I have one mounted on my Prowler 15. I bought it about one and a half years agon, and only recently (2 months ago) had to buy another one from the USA as I dropped mine on the concrete floor. Never had a problem with the old one and thankfully, so far, no problems with the new one.

I have attached a photo showing where I mounted mine on the Prowler. I decided to mount the transducer on the rudder, as I wanted to get an indication of water temperature, which I believe to be important. I also didn't want to mess around trying to achieve a perfect reading using glues and what have on the transducer, as I knew I was unlikey to achieve that. The setup I have works really well for me. You have to fiddle around with the sensitivity, gray scale, chart speed etc to achieve a great readout. Also be aware that you need to place the transducer exactly at the correct angle, otherwise you will get incorrect readings.
Good luck with the venture.
P.S Lowrance have a "tutorial" on their website.
Cheers

Simon 
Prowler 15


----------



## bushwoodboy (Oct 5, 2006)

Hi Greg,
I have this model & have found it to be a tough reliable basic sounder.
Does every thing I need without much fuss & is simple to use.
My transducer is mounted to the rudder, so can't help with the through hull mount.
Cheers Mal.


----------



## GregL (Jul 27, 2008)

Thats bloody terrific guys - thanks for getting back to me so soon.
Glad to hear such positive feedback on what I figured was going to be a 'token' sounder. Guess I've spent too long out on the shelf in stink boats with 1kw sounders and 12" screens!
I've been scouring through a few of the electric set-ups (batteries in boxes etc) and am looking forward to pinching a few idea's.
Cheers again 
Smeg.


----------



## Marty (Mar 18, 2007)

GregL said:


> Hi there,
> Just received my sounder from ss (cheers guys), its the Lowrance X50ds, which came with the 'Ultimate fishing package'.
> As it is at the 'budget' end of the sounder spectrum, I've just got a couple of questions before whacking it on the Revo, which I will be heading offshore in for reds, kings (if I can find the buggers) and sharks.
> 
> ...


Hey Greg 
mate I have a Lowrance finder as well , I love it  
my transducer was stuck to the hull with Sikaflex , the best idea is to roughen the plastic first with sandpaper , then put a good gloop of sikaflex on the area ( being careful not to make air bubbles ), then push the transducer firmly into the middle 
If you do it properly it shouldnt come off for a long time , getting it off is pretty easy also , just gently ease up with a wood chisel  
I put my battery in my front hatch ( Mini X)  
Im at Batemans Bay and my dad at Ulladulla , we will have to catch up for a fish , we fish Burril and Stoney creek heaps in summer


----------



## breamingfromabass (Aug 22, 2007)

Hey Greg,

I am sure if Paul sold you it, it will do the job.

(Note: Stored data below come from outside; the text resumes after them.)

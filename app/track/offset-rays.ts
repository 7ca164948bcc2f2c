import type { Centreline } from '~/track/centreline'

/*
 * Offsets are laid off along rays. Away from a vertex a ray stands square to the segment; over the last metres before a
 * vertex (half the segment, 20 m at most) it swings to the line that halves the angle there, and back on the next
 * segment. So the strips of the segments meet without gap or overlap, a parallel at an offset keeps its distance from
 * every segment, and station and offset name exactly one point as long as the offset is less than the local radius.
 */
const longestSwing = 20
/** tan 60°: a vertex that turns by more than 120° is treated as one of 120°, so that no ray runs off to infinity. */
const steepestSlant = Math.sqrt(3)

/** tan(θ/2) of the turn θ between two unit directions, left positive: how far a ray leans along the road per metre of offset. */
export function slantBetween(east1: number, north1: number, east2: number, north2: number): number {
  const sin = east1 * north2 - north1 * east2
  const cos = east1 * east2 + north1 * north2
  const slant = sin / Math.max(1 + cos, 1e-12)
  return Math.max(-steepestSlant, Math.min(steepestSlant, slant))
}

const swingOf = (lengthOfSegment: number) => Math.min(lengthOfSegment / 2, longestSwing)

/** Lean of the ray at `run` metres into the segment: metres forward along it per metre of offset to the left. */
export function slantAt(line: Centreline, segment: number, run: number): number {
  const next = segment + 1 < line.count ? segment + 1 : 0
  const whole = line.stations[segment + 1]! - line.stations[segment]!
  const swing = swingOf(whole)
  if (run < swing) return line.slants[segment]! * (1 - run / swing)
  if (run > whole - swing) return -line.slants[next]! * (1 - (whole - run) / swing)
  return 0
}

/**
 * The inverse: metres into the segment of the ray through the point that lies `foot` metres along and `offset` metres
 * left of it; 0 ≤ result ≤ the segment's length. Beyond the local radius, where rays cross, it is the foot itself.
 */
export function runOfRay(line: Centreline, segment: number, foot: number, offset: number): number {
  const next = segment + 1 < line.count ? segment + 1 : 0
  const whole = line.stations[segment + 1]! - line.stations[segment]!
  const swing = swingOf(whole)
  const inZone = (rest: number, lean: number) => {
    const spread = 1 - lean / swing
    return Math.max(0, Math.min(swing, spread > 0 ? (rest - lean) / spread : rest))
  }
  if (foot < swing) return inZone(foot, offset * line.slants[segment]!)
  if (foot > whole - swing) return whole - inZone(whole - foot, offset * line.slants[next]!)
  return foot
}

I am at Fishermans Paradise and put a deposit on my revolution last thursday (Paul at SS also).

HOPEFULLY (If Pauly can get all the things I want bolted down in time), I am picking mine up tomorrow!!!! CAN NOT WAIT!!!

I was speaking with Wayne at Ulladulla fishing tackle shop (next to ANZ), when I asked if their are any other locals doing the same as me he said he knew you and you just got the same as me.

Also heard about a rather lengthy and ambitious trip out through the "bar" (if you can call it that) at Burril... From reports it was a successfull maiden voyage!!

I am going to do a test run from Ulladulla Habour out to Lighthouse as a seaworthiness test HOPEFULLY THIS WEEKEND!!

Let me know how your first trip goes - results, methods, locations, Bait or Lures etc etc and all that!!

When I have mine rigged I will let you know and we should head out if you want as I think we will be chasing the same sort of species!

Cheers mate.

Luke Fowler.


----------



## fishydude (Dec 30, 2007)

G'day mate. My shoot through install with the Hobie goop kit set up seems to work fine. Have seen some of my bigger rigs dropping under the yak even. Still learning to master it but it's very easy to use and learn. Can't help you with removal as I have never removed one. I did mine the day before the Easter holidays started and had it on the roof of the car and in the water well before the recommended time for setting and have had no troubles.
Cheers
Mike


----------



## GregL (Jul 27, 2008)

Luke and Marty - absolutely, we should hook up for a fish at some time.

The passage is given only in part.